The problem with killing grandma is that nobody wants to live in a world where you kill grandma
...is almost Rawls’s veil. Well maybe deontology flavoured utilitarianism us best kind. But maybe deontology flavoured utilitarianism is actually utilitarianism flavoured deontology.
That’s exactly what I came here to comment. But I think all these problems really come from a weird, abstract idea of “welfare” that imo doesn’t make any sense. It’s the volition of sentient beings that is important. Beings ought to get what they want to the extent that this doesn’t interfere with the same right in others. When two (or more) beings cannot both get what they want, they are obligated to try to find an acceptable compromise. (If they are not of equal degrees of intelligence, of course, the burden of ethical behavior is shared unequally—humans are responsible for treating small children or nonhuman animals correctly but they, being unable to understand moral rules, are not responsible for treating us correctly in turn.)
It is simply not reasonable to unilaterally impose one’s own desires onto others—it breaks that foundational rule. In principle we should maximize getting-what-they-want-ness across all beings, but to do so in a way that blatantly disregards the right not to get imposed on is obscene.
That is: the right to get what you want and not get what you don’t want, is what generalizes to consequentialism over volition—not the other way around. That right is primary and must be respected as much as possible in every single instance. And all these examples disrespect that right in some way.

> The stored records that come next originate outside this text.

CREATE TABLE "design_presets" (
	"id" uuid PRIMARY KEY DEFAULT gen_random_uuid() NOT NULL,
	"team_id" uuid NOT NULL,
	"name" text NOT NULL,
	"launcher_id" uuid NOT NULL,
	"projectile_id" uuid NOT NULL,
	"pressure_min_pa" double precision NOT NULL,
	"pressure_max_pa" double precision NOT NULL,
	"created_by" uuid,
	"created_at" timestamp with time zone DEFAULT now() NOT NULL,
	CONSTRAINT "design_presets_team_name_uq" UNIQUE("team_id","name")
);
--> statement-breakpoint
CREATE TABLE "fit_preset_comparisons" (
	"fit_id" uuid NOT NULL,
	"preset_version_id" uuid NOT NULL,
	"role" text NOT NULL,
	"compared_at" timestamp with time zone DEFAULT now() NOT NULL,
	CONSTRAINT "fit_preset_comparisons_fit_id_preset_version_id_pk" PRIMARY KEY("fit_id","preset_version_id")
);
--> statement-breakpoint
CREATE TABLE "preset_versions" (
	"id" uuid PRIMARY KEY DEFAULT gen_random_uuid() NOT NULL,
	"preset_id" uuid NOT NULL,
	"version" integer NOT NULL,
	"drag_coefficient" double precision NOT NULL,
	"drag_coefficient_std" double precision NOT NULL,
	"efficiency" double precision NOT NULL,
	"efficiency_std" double precision NOT NULL,
	"launcher_model" text NOT NULL,
	"drag_source" text NOT NULL,
	"efficiency_source" text NOT NULL,
	"pooled_fit_ids" jsonb DEFAULT '[]'::jsonb NOT NULL,
	"heterogeneity" jsonb,
	"keep_out_safety_factor" double precision NOT NULL,
	"note" text DEFAULT '' NOT NULL,
	"published_by" uuid,
	"published_at" timestamp with time zone DEFAULT now() NOT NULL,
	CONSTRAINT "preset_versions_preset_version_uq" UNIQUE("preset_id","version")
);
--> statement-breakpoint
ALTER TABLE "design_presets" ADD CONSTRAINT "design_presets_team_id_teams_id_fk" FOREIGN KEY ("team_id") REFERENCES "public"."teams"("id") ON DELETE cascade ON UPDATE no action;--> statement-breakpoint
ALTER TABLE "design_presets" ADD CONSTRAINT "design_presets_launcher_id_launchers_id_fk" FOREIGN KEY ("launcher_id") REFERENCES "public"."launchers"("id") ON DELETE restrict ON UPDATE no action;--> statement-breakpoint
ALTER TABLE "design_presets" ADD CONSTRAINT "design_presets_projectile_id_projectiles_id_fk" FOREIGN KEY ("projectile_id") REFERENCES "public"."projectiles"("id") ON DELETE restrict ON UPDATE no action;--> statement-breakpoint
ALTER TABLE "design_presets" ADD CONSTRAINT "design_presets_created_by_users_id_fk" FOREIGN KEY ("created_by") REFERENCES "public"."users"("id") ON DELETE set null ON UPDATE no action;--> statement-breakpoint
ALTER TABLE "fit_preset_comparisons" ADD CONSTRAINT "fit_preset_comparisons_fit_id_fits_id_fk" FOREIGN KEY ("fit_id") REFERENCES "public"."fits"("id") ON DELETE cascade ON UPDATE no action;--> statement-breakpoint
ALTER TABLE "fit_preset_comparisons" ADD CONSTRAINT "fit_preset_comparisons_preset_version_id_preset_versions_id_fk" FOREIGN KEY ("preset_version_id") REFERENCES "public"."preset_versions"("id") ON DELETE cascade ON UPDATE no action;--> statement-breakpoint
ALTER TABLE "preset_versions" ADD CONSTRAINT "preset_versions_preset_id_design_presets_id_fk" FOREIGN KEY ("preset_id") REFERENCES "public"."design_presets"("id") ON DELETE cascade ON UPDATE no action;--> statement-breakpoint
ALTER TABLE "preset_versions" ADD CONSTRAINT "preset_versions_published_by_users_id_fk" FOREIGN KEY ("published_by") REFERENCES "public"."users"("id") ON DELETE set null ON UPDATE no action;--> statement-breakpoint
CREATE INDEX "design_presets_team_idx" ON "design_presets" USING btree ("team_id");--> statement-breakpoint
CREATE INDEX "fit_preset_comparisons_version_idx" ON "fit_preset_comparisons" USING btree ("preset_version_id");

The debate team guy made an agreement which he then broke without renegotiating it first; the people getting killed to help others did not agree that this should occur; etc.
To put it another way: people can do whatever they want as long as they don’t break contracts they have negotiated with other people. (In practice not every social contract is actually agreed to—nobody signs a contract saying they won’t murder anyone—but that’s part of how our world is not currently maximally ethical in its arrangement.) However, what people ought to do (but are not imo obligated to do) is that which, relative to their subjective knowledge, maximizes the total get-what-you-want-ness for everyone conditional upon obeying that first rule.
I need a little more explanation about what you’re intending to say here. Can you specifically tell me what you think is wrong or unworkable about what I said, and why?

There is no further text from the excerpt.